--- WHAT IS NEEDED ---
In the entries below, every line with the string "private" is to be reported.

Stored data entries:
◆ ◆ ◆ ◆ ◆

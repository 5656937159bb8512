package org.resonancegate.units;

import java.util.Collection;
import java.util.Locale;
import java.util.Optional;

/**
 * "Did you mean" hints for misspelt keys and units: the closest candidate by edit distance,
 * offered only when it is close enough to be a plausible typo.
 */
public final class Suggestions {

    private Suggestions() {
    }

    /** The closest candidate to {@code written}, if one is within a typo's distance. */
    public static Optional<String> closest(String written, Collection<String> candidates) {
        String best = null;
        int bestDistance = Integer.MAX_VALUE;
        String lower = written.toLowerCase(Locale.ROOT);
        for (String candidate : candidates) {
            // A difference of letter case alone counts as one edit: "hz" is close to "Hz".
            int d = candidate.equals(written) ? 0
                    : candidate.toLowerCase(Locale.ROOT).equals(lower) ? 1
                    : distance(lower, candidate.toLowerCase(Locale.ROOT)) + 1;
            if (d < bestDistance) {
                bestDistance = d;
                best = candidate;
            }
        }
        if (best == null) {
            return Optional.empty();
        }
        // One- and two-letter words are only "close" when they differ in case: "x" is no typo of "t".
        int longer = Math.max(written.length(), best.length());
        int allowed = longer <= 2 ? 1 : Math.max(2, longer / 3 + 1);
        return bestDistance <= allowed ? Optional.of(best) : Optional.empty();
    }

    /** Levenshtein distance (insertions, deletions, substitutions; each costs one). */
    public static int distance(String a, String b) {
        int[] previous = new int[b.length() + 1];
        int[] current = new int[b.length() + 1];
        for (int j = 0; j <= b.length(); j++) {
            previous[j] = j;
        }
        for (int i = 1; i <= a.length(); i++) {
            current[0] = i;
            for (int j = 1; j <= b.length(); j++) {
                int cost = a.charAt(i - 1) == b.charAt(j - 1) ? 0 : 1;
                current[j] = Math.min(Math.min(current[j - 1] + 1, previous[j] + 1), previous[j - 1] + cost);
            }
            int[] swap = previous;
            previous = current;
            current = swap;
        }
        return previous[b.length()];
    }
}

◆ ◆ ◆ ◆ ◆

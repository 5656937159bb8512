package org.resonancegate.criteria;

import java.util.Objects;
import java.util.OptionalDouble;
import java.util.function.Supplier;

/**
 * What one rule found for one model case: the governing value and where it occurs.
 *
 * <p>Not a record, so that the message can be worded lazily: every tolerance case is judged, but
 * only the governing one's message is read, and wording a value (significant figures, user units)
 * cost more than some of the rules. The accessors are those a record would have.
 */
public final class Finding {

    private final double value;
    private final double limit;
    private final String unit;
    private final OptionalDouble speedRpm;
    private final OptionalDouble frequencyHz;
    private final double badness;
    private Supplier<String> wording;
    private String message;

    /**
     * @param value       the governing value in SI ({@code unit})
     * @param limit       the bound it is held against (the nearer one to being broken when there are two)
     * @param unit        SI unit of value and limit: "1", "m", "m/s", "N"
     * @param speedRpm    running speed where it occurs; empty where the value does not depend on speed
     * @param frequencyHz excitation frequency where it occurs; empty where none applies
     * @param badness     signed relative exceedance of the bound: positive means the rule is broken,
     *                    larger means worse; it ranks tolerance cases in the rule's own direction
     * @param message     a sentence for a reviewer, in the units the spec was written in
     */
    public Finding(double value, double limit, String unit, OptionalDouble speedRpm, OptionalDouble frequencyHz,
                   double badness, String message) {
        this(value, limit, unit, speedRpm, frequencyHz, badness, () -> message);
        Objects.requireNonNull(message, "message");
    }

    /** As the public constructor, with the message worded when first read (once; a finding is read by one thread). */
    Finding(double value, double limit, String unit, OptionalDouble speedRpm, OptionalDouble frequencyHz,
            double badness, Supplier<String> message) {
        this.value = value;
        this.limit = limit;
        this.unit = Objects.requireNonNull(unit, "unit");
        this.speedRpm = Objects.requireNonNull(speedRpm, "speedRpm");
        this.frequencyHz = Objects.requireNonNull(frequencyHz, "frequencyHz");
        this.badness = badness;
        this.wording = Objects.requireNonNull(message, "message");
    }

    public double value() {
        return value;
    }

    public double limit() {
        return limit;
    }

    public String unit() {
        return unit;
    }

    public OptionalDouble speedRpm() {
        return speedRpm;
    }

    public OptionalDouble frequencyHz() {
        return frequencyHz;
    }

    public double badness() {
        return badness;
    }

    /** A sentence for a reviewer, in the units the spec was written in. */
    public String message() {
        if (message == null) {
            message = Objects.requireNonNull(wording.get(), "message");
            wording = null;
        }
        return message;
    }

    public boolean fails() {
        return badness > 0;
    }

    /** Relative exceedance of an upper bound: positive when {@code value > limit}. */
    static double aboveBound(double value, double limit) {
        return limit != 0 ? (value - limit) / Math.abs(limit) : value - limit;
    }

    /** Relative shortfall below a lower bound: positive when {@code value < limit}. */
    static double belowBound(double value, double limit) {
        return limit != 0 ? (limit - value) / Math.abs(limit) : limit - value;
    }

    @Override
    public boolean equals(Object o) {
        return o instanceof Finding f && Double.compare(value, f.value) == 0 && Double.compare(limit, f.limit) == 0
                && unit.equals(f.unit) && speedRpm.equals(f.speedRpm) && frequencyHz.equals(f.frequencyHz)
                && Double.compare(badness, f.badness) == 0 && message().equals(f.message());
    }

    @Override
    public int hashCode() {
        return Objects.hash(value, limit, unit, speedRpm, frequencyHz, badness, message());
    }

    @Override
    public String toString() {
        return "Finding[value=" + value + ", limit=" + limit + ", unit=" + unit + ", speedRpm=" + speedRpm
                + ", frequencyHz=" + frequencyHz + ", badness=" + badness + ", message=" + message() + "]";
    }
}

◆ ◆ ◆ ◆ ◆

--- SOLVED PROBLEM ---
    private Suggestions() {
    private final double value;
    private final double limit;
    private final String unit;
    private final OptionalDouble speedRpm;
    private final OptionalDouble frequencyHz;
    private final double badness;
    private Supplier<String> wording;
    private String message;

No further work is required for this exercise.